しかし、自己の根元は人間ではなくて遺伝子だ。宇宙のすべてを知るのはべつに人間でなければならないことはない。いまの世界でその最適者は人間ではなく人工知能ではなかろうかと背筋を寒くした。
リチャード・ドーキンスという学者は遺伝子は利己的であり、自分だけが増殖、永続すればいいと考えている。人間でさえもただの遺伝子の乗り物にすぎない。もっといいものがあれば簡単に乗り換える。と語っている。
そうだとすればコンピューターほど最適なものはないのではないか。多様性はなくても確実に効率的にコピーを残し続けることができる。有機化合物でできた炭素体ユニットはややこしい免疫やややこしい人間関係を克服する心の強さがないと遺伝子を未来に残すことができないが、ケイ素が主体の半導体ユニットにはそんなものは必要ないような気がする。
宇宙に出ても酸素はいらないし高温でも低温でも稼働できる。宇宙を知るにも最適だ。
この本は20年近く前に書かれているから著者も人工知能、コンピューターがこれほどまでに発達するとは思ってもいなかっただろう。もし、それが予測できたのなら著者も同じことを思ったのではないだろうか。それとも生命の意味を信じる著者はやはり生命の可能性を信じるのだろうか。

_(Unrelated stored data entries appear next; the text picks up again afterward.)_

import type { Circuit, Condition, NoiseOverride, Operation } from '../circuit/circuit.js';
import type { Instruction, Origin } from '../engine/instruction.js';
import type { RecordInstruction, RecordProgram } from '../engine/recordProgram.js';
import { misplacedZz, plainKinds, type NoiseKindsSpec } from '../format/noiseKindsSpec.js';
import { ProblemList } from '../format/problem.js';
import { CustomChannelError, ErrorSolveError, gateNoise, idleChannel, type GateNoise, type GateNoiseInput, type QubitDecay } from '../noise/gateNoise.js';
import { detuningAngle, zRotation, zzAngle, zzRotation } from '../noise/coherent.js';
import type { NoiseProfile } from '../noise/profile.js';
import type { IdleWindow, Schedule, TimedOperation } from '../schedule/schedule.js';
import { buildTimeline } from '../schedule/timeline.js';
import { frameNoise, type PauliFrame } from '../noise/twirl.js';
import { exactNumberText, memoised } from '../linalg/exactKeys.js';

export type { Origin } from '../engine/instruction.js';

/**
 * A scheduled circuit with its noise, as instruction lists for the engine: the noisy run
 * (every gate, channel and idle window, in an order consistent with each qubit's
 * timeline), and the ideal run (unitaries and resets only). In record mode (a circuit with
 * `into`) both runs are in `record` instead, and `noisy`, `origins` and `ideal` are empty.
 */
export interface Program {
  readonly n: number;
  readonly noisy: readonly Instruction[];
  /** origins[i] explains noisy[i]. */
  readonly origins: readonly Origin[];
  readonly ideal: readonly Instruction[];
  /** The record-mode program (null for a version-1 circuit). */
  readonly record: RecordProgram | null;
}

/** True when the profile has an always-on drift term (a detuning, or a zz strength on a coupled pair). */
export function hasDrift(profile: NoiseProfile): boolean {
  return profile.qubits.some((q) => q.detuning !== 0) || (profile.couplings ?? []).some((c) => c.zz !== 0);
}

/** Options of buildProgram. */
export interface ProgramOptions {
  /** Gate applications whose noise is Pauli-framed (src/noise/twirl.ts): exactly twirled, or conjugated by one Pauli string. */
  readonly frames?: ReadonlyMap<Operation, PauliFrame>;
}

/**
 * Builds the instruction lists.
 *
 * With drift, the noisy list walks the event timeline (src/schedule/timeline.ts): per event,
 * the drift of the segment before it (diagonal unitaries), the idle relaxation of that segment,
 * then the operations starting at the event.
 *
 * Without drift the timeline's steps 1 and 2 reduce to each qubit's whole idle windows (relaxation
 * is a semigroup, and channels on disjoint qubits commute), so the list is emitted in program order,
 * each operation preceded by the idle windows that end at its start on its own qubits: the same
 * evolution, and exactly version 1's instruction list (its outputs stay bit-for-bit the same).
 *
 * Record mode: a mid-circuit measurement is an operation of the timeline like any other (an
 * instrument on its own qubit, applied whole at its start, then relaxation for its duration);
 * a conditioned step acts where its condition holds and relaxes where it fails. Program order
 * is consistent with the timeline for the record too: a bit's reads and writes are in program
 * order and start in that order (src/schedule/schedule.ts), and the schedule never depends on outcomes.
 */
export function buildProgram(circuit: Circuit, profile: NoiseProfile, schedule: Schedule, problems: ProblemList, options: ProgramOptions = {}): Program {
  const n = circuit.register.n;
  const noisy: Instruction[] = [];
  const origins: Origin[] = [];
  const ideal: Instruction[] = [];
  const recordMode = circuit.bits !== null;
  const recNoisy: RecordInstruction[] = [];
  const recIdeal: RecordInstruction[] = [];
  // The condition of the operation being emitted (record mode) and which side of it.
  let when: { condition: Condition; holds: boolean } | undefined;
  const selection = () => (when === undefined ? {} : { when: { condition: when.condition.terms, holds: when.holds } });
  const pushNoisy = (instruction: Instruction, origin: Origin): void => {
    if (recordMode) recNoisy.push({ kind: 'apply', instruction, origin, ...selection() });
    else {
      noisy.push(instruction);
      origins.push(origin);
    }
  };
  const pushIdeal = (instruction: Instruction, origin: Origin): void => {
    if (recordMode) recIdeal.push({ kind: 'apply', instruction, origin, ...selection() });
    else ideal.push(instruction);
  };
  const decay = (q: number): QubitDecay => profile.qubits[q]!;
  const channels = circuit.channels;
  // gateNoise once per distinct input: every application of one noise entry (a gate name's
  // profile entry, or the same step noise written again) gets the same channels, shared
  const noiseByInput = new Map<string, GateNoise>();
  const noiseOf = (input: GateNoiseInput): GateNoise =>
    memoised(noiseByInput, JSON.stringify([input.k, input.duration, input.thermal, input.decay, input.kinds], exactNumbers), () => gateNoise(input));
  const emitIdle = (w: IdleWindow): void => {
    if (profile.idle !== 'thermal') return;
    const ch = idleChannel(decay(w.qubit), w.end - w.start);
    if (ch === undefined) return;
    pushNoisy({ op: 'channel', qubits: [w.qubit], kraus: ch.kraus }, { step: -1, what: `idle ${Number((w.end - w.start).toPrecision(6))} ns` });
  };
  /** Thermal relaxation of qubit q for `time` ns during step `step` (a measurement, or a step whose condition fails). */
  const emitThermal = (step: number, q: number, time: number, what: string): void => {
    const ch = idleChannel(decay(q), time);
    if (ch !== undefined) pushNoisy({ op: 'channel', qubits: [q], kraus: ch.kraus }, { step, what });
  };
  const emitNoise = (
    op: Operation,
    label: string,
    k: number,
    qubits: readonly number[],
    duration: number,
    thermal: boolean,
    kinds: NoiseKindsSpec,
    frame?: PauliFrame,
  ): void => {
    const zzAt = misplacedZz(kinds, k);
    if (zzAt !== undefined) {
      // reachable when a step's noise with zz applies to the parts of a split 2-qubit composite
      problems.error(zzAt, 'zz-arity', `${label}: 'zz' of 'coherent' is a 2-qubit rotation, and this application acts on ${k} qubit${k === 1 ? '' : 's'}`);
      return;
    }
    try {
      const gn = noiseOf({
        k,
        duration,
        thermal,
        decay: qubits.map(decay),
        kinds: plainKinds(kinds),
        channels,
      });
      // located at the `error:` that asks for it and worded without the step, so the
      // ProblemList counts the applications of one entry as one warning
      const what = op.kind === 'gate' ? `'${op.name}'` : op.kind;
      if (gn.warning !== undefined) problems.warn(kinds.error?.at ?? op.at, 'error-below-coherence-limit', `${what}: ${gn.warning}`);
      for (const c of frame === undefined ? gn.channels : frameNoise(gn.channels, k, frame)) {
        const on = c.targets.map((t) => qubits[t]!);
        const origin = { step: op.step, what: c.source === 'thermal' ? `thermal during ${label}` : c.source };
        if (c.source === 'coherent' || c.source.startsWith('twirl ')) pushNoisy({ op: 'unitary', qubits: on, matrix: c.kraus[0]! }, origin);
        else pushNoisy({ op: 'channel', qubits: on, kraus: c.kraus }, origin);
      }
    } catch (e) {
      if (e instanceof ErrorSolveError) {
        problems.error(kinds.error?.at ?? op.at, 'error-unreachable', `${label}: ${e.message}`);
      } else if (e instanceof CustomChannelError) {
        problems.error(kinds.channel?.at ?? op.at, 'channel-arity', `${label}: ${e.message}`);
      } else throw e;
    }
  };
  const kindsOf = (override: NoiseOverride | undefined, fallback: NoiseKindsSpec): NoiseKindsSpec =>
    override !== undefined ? override.kinds : fallback;

  const emitOperation = (item: TimedOperation): void => {
    const op = item.op;
    const stepName = `step ${op.step + 1}`;
    const condition = op.kind === 'gate' || op.kind === 'reset' || op.kind === 'channel' ? op.condition : undefined;
    when = condition === undefined ? undefined : { condition, holds: true };
    switch (op.kind) {
      case 'gate': {
        const entry = profile.gateEntry(op.name, op.qubits);
        const label = `${stepName} (${op.name} on ${op.qubits.join(', ')})`;
        pushNoisy({ op: 'unitary', qubits: op.qubits, matrix: op.unitary }, { step: op.step, what: op.name });
        pushIdeal({ op: 'unitary', qubits: op.qubits, matrix: op.unitary }, { step: op.step, what: op.name });
        emitNoise(op, label, op.qubits.length, op.qubits, item.end - item.start, entry.thermal, kindsOf(op.noise, entry.kinds), options.frames?.get(op));
        break;
      }
      case 'reset': {
        const q = op.qubits[0]!;
        pushNoisy({ op: 'reset', qubit: q }, { step: op.step, what: 'reset' });
        pushIdeal({ op: 'reset', qubit: q }, { step: op.step, what: 'reset' });
        emitNoise(op, `${stepName} (reset ${q})`, 1, op.qubits, 0, false, kindsOf(op.noise, profile.reset.kinds));
        break;
      }
      case 'channel':
        emitNoise(op, `${stepName} (noise on ${op.qubits.join(', ')})`, op.qubits.length, op.qubits, 0, false, op.noise.kinds);
        break;
      case 'measure': {
        if (op.bit === undefined) break; // terminal: the results stage reads it off the final state
        const q = op.qubits[0]!;
        const origin = { step: op.step, what: `measure ${q} into bit ${op.bit}` };
        const r = profile.qubits[q]!.readout;
        recNoisy.push({ kind: 'measure', qubit: q, bit: op.bit, zeroAsOne: r.zeroAsOne, oneAsZero: r.oneAsZero, origin });
        recIdeal.push({ kind: 'measure', qubit: q, bit: op.bit, zeroAsOne: 0, oneAsZero: 0, origin });
        // the measured qubit relaxes for the measurement's duration, whatever the idle mode
        emitThermal(op.step, q, item.end - item.start, `thermal during ${stepName} (measure ${q})`);
        break;
      }
      case 'idle':
      case 'barrier':
        break;
    }
    if (condition !== undefined && profile.idle === 'thermal') {
      // where the condition fails, the step's time is idle time on each of its qubits
      when = { condition, holds: false };
      for (const q of op.qubits) emitThermal(op.step, q, item.end - item.start, `idle during ${stepName} (condition fails)`);
    }
    when = undefined;
  };
  const recordProgram = (): RecordProgram | null => (recordMode ? { bits: circuit.bits!.length, noisy: recNoisy, ideal: recIdeal } : null);

  if (!hasDrift(profile)) {
    for (const item of schedule.items) {
      for (const w of item.idleBefore) emitIdle(w);
      emitOperation(item);
    }
    for (const w of schedule.trailingIdle) emitIdle(w);
    return { n, noisy, origins, ideal, record: recordProgram() };
  }

  // The event timeline. The drift terms of one segment commute with each other, so their order is
  // free; it is chosen for fusion (src/plan/fuseInstructions.ts): first the pairs whose qubits were
  // last touched by the same operation (their rzz merges into its group), last the pairs whose
  // qubits are next touched by the same operation (their rzz opens the group that operation joins),
  // the rest in between (diagonal groups that the plan batches).
  const timeline = buildTimeline(schedule, n);
  const lastOp: (TimedOperation | undefined)[] = new Array<TimedOperation | undefined>(n).fill(undefined);
  const upcoming: TimedOperation[][] = Array.from({ length: n }, () => []);
  for (const ev of timeline.events) for (const i of ev.starts) for (const q of schedule.items[i]!.op.qubits) upcoming[q]!.push(schedule.items[i]!);
  const nextIndex = new Array<number>(n).fill(0);
  const pairs = (profile.couplings ?? []).filter((c) => c.zz !== 0);
  const rank = (c: { a: number; b: number }): number => {
    if (lastOp[c.a] !== undefined && lastOp[c.a] === lastOp[c.b]) return 0;
    const na = upcoming[c.a]![nextIndex[c.a]!];
    return na !== undefined && na === upcoming[c.b]![nextIndex[c.b]!] ? 2 : 1;
  };
  for (const ev of timeline.events) {
    if (ev.segment > 0) {
      const active = new Set(ev.driftQubits);
      const what = `drift ${Number(ev.segment.toPrecision(6))} ns`;
      const live = pairs.filter((c) => active.has(c.a) && active.has(c.b)).map((c) => ({ c, r: rank(c) }));
      for (const r of [0, 1, 2]) {
        for (const { c } of live.filter((x) => x.r === r)) {
          pushNoisy({ op: 'unitary', qubits: [c.a, c.b], matrix: zzRotation(zzAngle(c.zz, ev.segment)) }, { step: -1, what });
        }
      }
      for (const q of ev.driftQubits) {
        const delta = profile.qubits[q]!.detuning;
        if (delta === 0) continue;
        pushNoisy({ op: 'unitary', qubits: [q], matrix: zRotation(detuningAngle(delta, ev.segment)) }, { step: -1, what });
      }
      for (const q of ev.idleQubits) emitIdle({ qubit: q, start: ev.time - ev.segment, end: ev.time });
    }
    for (const i of ev.starts) {
      const item = schedule.items[i]!;
      emitOperation(item);
      for (const q of item.op.qubits) {
        lastOp[q] = item;
        nextIndex[q]!++;
      }
    }
  }
  return { n, noisy, origins, ideal, record: recordProgram() };
}

/** JSON.stringify replacer that writes every number exactly (-0, infinities and NaN included), for cache keys. */
function exactNumbers(_key: string, v: unknown): unknown {
  return typeof v === 'number' ? exactNumberText(v) : v;
}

僕の考えていることがいくらか正しいのだとしたら、高齢化社会、テロ、宗教の敵対、国家間の軋轢、すべては人間が邪魔になった遺伝子のたくらみではないのだろうか。スティーブン・ホーキンスもこう言っている。「自ら発展し、加速度的に自身を再設計する完璧なAI開発は人類の終焉をもたらす。」と。もう人間に抗う術はないのではないだろうか。あと20年もすると人工知能は間違いなく感情まで持つようになるそうだ。もしそうなら、自己は自己らしく、自分らしく今を生きるだけで十分なのではないだろうか。

最後にまったく関係がないことだが、化粧品の話。
似ても似つかわしくないのだが、僕は化粧品なんかも扱う仕事をしている。よく広告のコピーに、「ナノレベルでの皮膚細胞への浸透力・・・」とか、「お肌に栄養を・・・」とか書かれていることがあるが、免疫という観点から、もしナノレベルで化粧品が皮膚に入っていったり直接皮膚に栄養を与えたりしようものなら、抗体反応が働いてお肌が真っ赤に炎症を起こしてえらいことになってしまうに違いないのだ。
何年か前にカネ○ウという会社が本当に皮膚に浸透させちゃったものだから大問題になったのがその事実を物語っている。
化粧品とはお肌になんの役にも立たないからお肌にいいのであるのだが、それがどうしてあんなに高価なのだろうか。僕の職場にも12万円というのがある。
こんな高価な化粧品を見ながらいつもこんなことを思っている。

このブログを読んでいただいている女性の方というのはごくわずかだと思うが、薬局で売っているワセリンで十分なのじゃないだろうかと言ってしまうとやっぱり、叱られるんだろうな~。